SUPPLIED RECORDS START
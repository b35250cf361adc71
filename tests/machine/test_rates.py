import pytest

from diskwatch.machine.rates import opaque, rates
from diskwatch.records import Attribute, SignalKind


def row(number: int, name: str, raw: str) -> Attribute:
    return Attribute(number=number, name=name, value=78, worst=64, threshold=6, prefail=True, raw=raw)


ROWS = (
    row(1, "Raw_Read_Error_Rate", "60234824"),
    row(7, "Seek_Error_Rate", str((2 << 32) | 2_427_904)),
    row(195, "Hardware_ECC_Recovered", "60234824"),
)


def read(*rows: Attribute, model: str | None = None) -> dict[str, tuple[object, str]]:
    found = tuple(rates(rows, model))
    assert {value.kind for value in found} <= {SignalKind.GAUGE}
    return {value.signal: (value.value, value.unit) for value in found}


def test_a_maker_that_is_known_to_pack_them_gives_errors_and_operations():
    assert read(*ROWS, model="ST0000INVENTED") == {
        "read-errors": (0, "errors"),
        "read-operations": (60_234_824, "operations"),
        "seek-errors": (2, "errors"),
        "seek-operations": (2_427_904, "operations"),
        "corrected-errors": (0, "errors"),
        "corrected-operations": (60_234_824, "operations"),
    }


@pytest.mark.parametrize("model", [None, "Borealis Tundra BT4000"])
def test_of_any_other_the_raw_value_is_kept_as_it_stands(model: str | None):
    assert read(*ROWS, model=model) == {
        "raw-read-error-rate": (60_234_824, "opaque"),
        "raw-seek-error-rate": ((2 << 32) | 2_427_904, "opaque"),
        "raw-corrected-error-rate": (60_234_824, "opaque"),
    }


def test_errors_and_operations_that_are_printed_apart_need_no_maker():
    assert read(row(1, "Raw_Read_Error_Rate", "3/60234824")) == {
        "read-errors": (3, "errors"),
        "read-operations": (60_234_824, "operations"),
    }


def test_a_row_under_another_name_or_with_another_text_states_nothing():
    assert read(row(1, "Host_Writes_GiB", "5"), row(7, "Seek_Error_Rate", "-")) == {}
    assert not list(opaque(row(9, "Power_On_Hours", str(2**48)), "power-on-hours"))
SUPPLIED RECORDS END
◆ DIRECTIONS ◆
Return from the data every line that holds "diskwatch".

◆ RESPONSE BELOW ◆
from diskwatch.machine.rates import opaque, rates
from diskwatch.records import Attribute, SignalKind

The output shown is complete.